I can't remember how this went when we went from K2's to a K3's.... Do we need to wait for an update for Calibre before it will work with the Touch, or will it work now?


----------



## Linjeakel (Mar 17, 2010)

Connect it and find out?


----------



## DaisyMama (Feb 22, 2009)

I had to update to the newest version and then it worked with my Touch.


----------



## Whidbeyislandgirl (Apr 19, 2009)

DaisyMama said:


> I had to update to the newest version and then it worked with my Touch.


Yeah! Thank you. What a long process with 1200 books..... Think that will be this weekends project!


----------



## DaisyMama (Feb 22, 2009)

Before you import all your books to your Kindle Touch, be aware that I read a person's post somewhere that when he imported books in bulk, they showed up on the Touch with the titles switched!  When he imported them one at a time, they worked fine.

I also discovered that when I sort my books by author, it sorts the amazon books by last name but the calibre books by first name.  Which I suppose means the metadata for "Author Sort" is reversed and changing it from "Last, First" to "First Last" would solve the problem.  But with the touchscreen keyboard, it's easier to just search for a book than to sort by author and go through pages to get where you want.  So I'm not going to bother with changing mine.

HTH!


----------



## Whidbeyislandgirl (Apr 19, 2009)

DaisyMama said:


> Before you import all your books to your Kindle Touch, be aware that I read a person's post somewhere that when he imported books in bulk, they showed up on the Touch with the titles switched! When he imported them one at a time, they worked fine.
> 
> I also discovered that when I sort my books by author, it sorts the amazon books by last name but the calibre books by first name. Which I suppose means the metadata for "Author Sort" is reversed and changing it from "Last, First" to "First Last" would solve the problem. But with the touchscreen keyboard, it's easier to just search for a book than to sort by author and go through pages to get where you want. So I'm not going to bother with changing mine.
> 
> HTH!


Doing one at a time from Archive to the Touch, then will plug it in to my laptop at home and send them all to calibre. Then change the Metadata, get the authors names sorted out, and get them in series order, then back to the Kindle, then in to their author collections. Oh, and the books I didn't get from Amazon but are on my laptop somehow have to get converted for this Kindle and in there too. Hours and hours of fun!!!


----------



## DaisyMama (Feb 22, 2009)

Once the books are on there, you can import collections and it'll put the amazon books into their collections automatically.

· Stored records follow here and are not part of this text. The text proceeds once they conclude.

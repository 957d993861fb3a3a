import type { EventClickArg, EventContentArg, EventDropArg, EventInput } from '@fullcalendar/core'
import enAu from '@fullcalendar/core/locales/en-au'
import dayGridPlugin from '@fullcalendar/daygrid'
import interactionPlugin, { type DropArg } from '@fullcalendar/interaction'
import FullCalendar from '@fullcalendar/react'
import type {
  Calendar,
  CalendarBooking,
  CalendarDay,
} from '../../../shared/bookings/calendar-schemas.ts'
import { type Day, formatDay } from '../../../shared/calendar/days.ts'
import { whyNotWorked } from '../../../shared/calendar/working-days.ts'
import { BookingCell, cellClass } from './booking-cell.tsx'
import type { CalendarView } from './calendar-address.ts'
import './calendar-grid.css'

type Props = {
  calendar: Calendar
  view: CalendarView
  on: Day
  mayEdit: boolean
  onOpen: (bookingId: string) => void
  onMove: (booking: CalendarBooking, move: { from: Day; to: Day }) => void
  onDropJob: (jobId: string, day: Day) => void
}

type Shown = { booking: CalendarBooking; day: CalendarDay }

function eventsOf(calendar: Calendar, mayEdit: boolean): EventInput[] {
  return calendar.bookings.flatMap((booking) =>
    booking.days.map((day): EventInput => {
      const shown: Shown = { booking, day }
      return {
        id: day.id,
        start: day.day,
        allDay: true,
        title: `${booking.crew.letter} ${booking.job.number}`,
        editable: mayEdit && !day.worked,
        extendedProps: shown,
      }
    }),
  )
}

const shownOf = (props: Record<string, unknown>): Shown => props as Shown

function EventCell({ event }: EventContentArg) {
  const { booking, day } = shownOf(event.extendedProps)
  return (
    <span className={`${cellClass(booking.state)} p-1.5 text-sm`}>
      <BookingCell booking={booking} day={day} />
    </span>
  )
}

/** The wall planner: one cell a booked day, dragged to another day to move it and the days after it. */
export function CalendarGrid(props: Props) {
  const { calendar, view, on, mayEdit, onOpen, onMove, onDropJob } = props
  const drop = (arg: EventDropArg) => {
    const { booking, day } = shownOf(arg.oldEvent.extendedProps)
    // The grid shows what the data says; the move puts it there.
    arg.revert()
    onMove(booking, { from: day.day, to: arg.event.startStr.slice(0, 10) })
  }
  const dropJob = (arg: DropArg) => {
    const jobId = arg.draggedEl.dataset['job']
    if (jobId) onDropJob(jobId, arg.dateStr.slice(0, 10))
  }
  return (
    <div className="wall-planner">
      <FullCalendar
        key={`${view} ${calendar.from} ${calendar.to}`}
        plugins={[dayGridPlugin, interactionPlugin]}
        locale={enAu}
        firstDay={1}
        headerToolbar={false}
        initialView={view === 'week' ? 'dayGridWeek' : 'dayGridMonth'}
        initialDate={on}
        now={calendar.today}
        fixedWeekCount={false}
        height="auto"
        events={eventsOf(calendar, mayEdit)}
        eventOrder="title"
        eventInteractive
        eventContent={EventCell}
        eventDidMount={({ el, event }) => {
          const { booking, day } = shownOf(event.extendedProps)
          el.setAttribute('role', 'button')
          el.setAttribute('data-booking', booking.id)
          el.setAttribute(
            'aria-label',
            `${formatDay(day.day)}: ${booking.job.title}, ${booking.crew.name}, ${booking.state}. Open the booking`,
          )
        }}
        eventClick={(arg: EventClickArg) => {
          arg.jsEvent.preventDefault()
          onOpen(shownOf(arg.event.extendedProps).booking.id)
        }}
        eventDrop={drop}
        droppable={mayEdit}
        drop={dropJob}
        dragScroll
        longPressDelay={400}
        dayHeaderContent={({ date, text }) => (view === 'week' ? formatDay(dayOf(date)) : text)}
        dayCellClassNames={({ date }) =>
          whyNotWorked(calendar, dayOf(date)) ? ['day-not-worked'] : []
        }
        dayCellContent={({ date, dayNumberText }) => {
          const closed = calendar.closedDays.find((c) => c.day === dayOf(date))
          return closed ? `${dayNumberText} ${closed.name}` : dayNumberText
        }}
      />
    </div>
  )
}

/** A cell's date as the firm's calendar day: the grid counts in the browser's own zone. */
function dayOf(date: Date): Day {
  const month = String(date.getMonth() + 1).padStart(2, '0')
  return `${date.getFullYear()}-${month}-${String(date.getDate()).padStart(2, '0')}`
}
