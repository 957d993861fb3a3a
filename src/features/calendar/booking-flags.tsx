import { OctagonAlert, TriangleAlert } from 'lucide-react'
import type { CalendarBooking, DayFlag } from '../../../shared/bookings/calendar-schemas.ts'
import { formatHours } from '../../../shared/labour/format-hours.ts'

const shortWords: Record<DayFlag['code'], string> = {
  'crew-twice': 'Crew booked twice',
  'crew-twice-on-purpose': 'Two jobs, on purpose',
  'day-not-worked': 'Day not worked',
  'nobody-there': 'Nobody there',
  'on-leave': 'On leave',
  'no-roof': 'No roof issued yet',
}

export function FlagLine({ weight, children }: { weight: DayFlag['weight']; children: string }) {
  const Icon = weight === 'clash' ? OctagonAlert : TriangleAlert
  return (
    <span
      className={`flex items-start gap-1 font-semibold ${weight === 'clash' ? 'text-stop' : 'text-ochre'}`}
    >
      <Icon size={14} aria-hidden className="mt-0.5 shrink-0" />
      <span className="min-w-0">{children}</span>
    </span>
  )
}

/** What is amiss with a day in a word or two each; the panel has the whole sentence. */
export function DayFlagLines({ flags }: { flags: readonly DayFlag[] }) {
  return flags.map((flag) => (
    <FlagLine key={flag.code} weight={flag.weight}>
      {shortWords[flag.code]}
    </FlagLine>
  ))
}

/** Too short, too long, or null. */
export function lengthWords(
  booking: Pick<CalendarBooking, 'shortMinutes' | 'emptyDays'>,
): string | null {
  if (booking.shortMinutes > 0) return `Too short by ${formatHours(booking.shortMinutes)}`
  if (booking.emptyDays === 0) return null
  return `Too long by ${booking.emptyDays} ${booking.emptyDays === 1 ? 'day' : 'days'}`
}
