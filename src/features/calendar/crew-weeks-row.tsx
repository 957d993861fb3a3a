import { useDroppable } from '@dnd-kit/core'
import { type KeyboardEvent, useMemo } from 'react'
import type { Calendar, CalendarCrew } from '../../../shared/bookings/calendar-schemas.ts'
import { type Day, isoWeekday } from '../../../shared/calendar/days.ts'
import { isWorked } from '../../../shared/calendar/working-days.ts'
import { CrewPennant } from '../../drawings/crew-pennant.tsx'
import { CrewWeeksBar } from './crew-weeks-bar.tsx'
import { type Bar, crewRowOf, loadOf } from './crew-weeks-layout.ts'
import type { LandingWeight } from './drag-plan.ts'
import { LoadCell } from './load-cell.tsx'

export type RowLanding = { days: readonly Day[]; weight: LandingWeight } | null

type Props = {
  calendar: Calendar
  crew: CalendarCrew
  days: readonly Day[]
  columns: string
  minWidth: string
  mayEdit: boolean
  landing: RowLanding
  inHandKey: string | null
  /** The bar that Tab comes to. */
  stopKey: string | null
  onOpen: (bar: Bar, anchor: HTMLElement) => void
  onKey: (bar: Bar, event: KeyboardEvent<HTMLElement>) => void
  onFocus: (key: string) => void
}

const landingClasses: Record<LandingWeight, string> = {
  free: 'lands-free',
  caution: 'lands-caution',
  clash: 'lands-clash',
}

function DayCell(props: {
  crewId: string
  day: Day
  column: number
  looks: string
  mayEdit: boolean
}) {
  const { crewId, day, column, looks, mayEdit } = props
  const { setNodeRef } = useDroppable({
    id: `cell ${crewId} ${day}`,
    data: { crewId, day },
    disabled: !mayEdit,
  })
  return (
    <span
      ref={setNodeRef}
      aria-hidden
      data-cell={`${crewId} ${day}`}
      className={looks}
      style={{ gridColumn: column + 2, gridRow: '1 / -1' }}
    />
  )
}

/** One crew: its bookings over the days, and under them its hours, a day a cell. */
export function CrewWeeksRow(props: Props) {
  const { calendar, crew, days, columns, minWidth, mayEdit, landing, inHandKey, stopKey } = props
  const { bars, laneCount } = useMemo(
    () => crewRowOf(calendar, crew.id, days),
    [calendar, crew.id, days],
  )
  const load = useMemo(() => loadOf(calendar, crew.id), [calendar, crew.id])
  const looksOf = (day: Day): string => {
    const edge = isoWeekday(day) === 1 ? 'border-l-2 border-ink-soft' : 'border-l border-rule'
    const lands = landing?.days.includes(day) ? landingClasses[landing.weight] : ''
    const off = isWorked(calendar, day) ? '' : 'day-off'
    return `${edge} ${off} ${lands}`
  }
  return (
    <section
      aria-label={crew.name}
      data-crew={crew.id}
      className="grid grow border-b-2 border-ink-soft last:border-b-0"
      style={{
        gridTemplateColumns: columns,
        gridTemplateRows: `repeat(${laneCount}, minmax(4.75rem, 1fr)) auto`,
        minWidth,
      }}
    >
      <h3
        className="sticky left-0 z-10 flex flex-col items-start gap-1 border-r-2 border-ink-soft bg-sheet p-2 font-extrabold leading-tight"
        style={{ gridColumn: 1, gridRow: '1 / -1' }}
      >
        <CrewPennant {...crew} />
        <span className="max-w-full text-sm [overflow-wrap:anywhere]">{crew.name}</span>
      </h3>
      {days.map((day, column) => (
        <DayCell
          key={day}
          crewId={crew.id}
          day={day}
          column={column}
          looks={looksOf(day)}
          mayEdit={mayEdit}
        />
      ))}
      {bars.map((bar) => (
        <CrewWeeksBar
          key={bar.key}
          bar={bar}
          mayEdit={mayEdit}
          isFirstStop={stopKey === bar.key}
          isInHand={inHandKey === bar.key}
          onOpen={props.onOpen}
          onKey={props.onKey}
          onFocus={props.onFocus}
        />
      ))}
      {days.map((day, column) => (
        <div
          key={day}
          className="relative min-w-0 overflow-hidden"
          style={{ gridColumn: column + 2, gridRow: laneCount + 1 }}
        >
          <LoadCell day={day} isOff={!isWorked(calendar, day)} load={load.get(day)} />
        </div>
      ))}
    </section>
  )
}
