import { type Day, dayPlus } from './days.ts'

/** Days a firm shuts: one, or all up to `lastDay`. */
export type Closure = { day: Day; lastDay?: Day | null | undefined; name: string }

/** No closure is longer than this. */
export const longestClosureDays = 120

/** Each day of some closures with its name, as a working calendar has them. */
export function closureDays(closures: readonly Closure[]): { day: Day; name: string }[] {
  return closures.flatMap(({ day, lastDay, name }) => {
    const days: { day: Day; name: string }[] = []
    const last = lastDay ?? day
    for (let at = day; at <= last && days.length < longestClosureDays; at = dayPlus(at, 1))
      days.push({ day: at, name })
    return days
  })
}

On the plus side, you'll be REALLY familiar with the Touch by the time you're done!!  lol


----------



## Whidbeyislandgirl (Apr 19, 2009)

DaisyMama said:


> Once the books are on there, you can import collections and it'll put the amazon books into their collections automatically.
> 
> On the plus side, you'll be REALLY familiar with the Touch by the time you're done!! lol


Yes that works.... but I'm redoing all of my collections (going from sorting by genre to sorting my author) since I've got to mess with all of them anyway. Just to add more work to the process! Yup, will be really familiar with my little beastie by the time all of this is done!


----------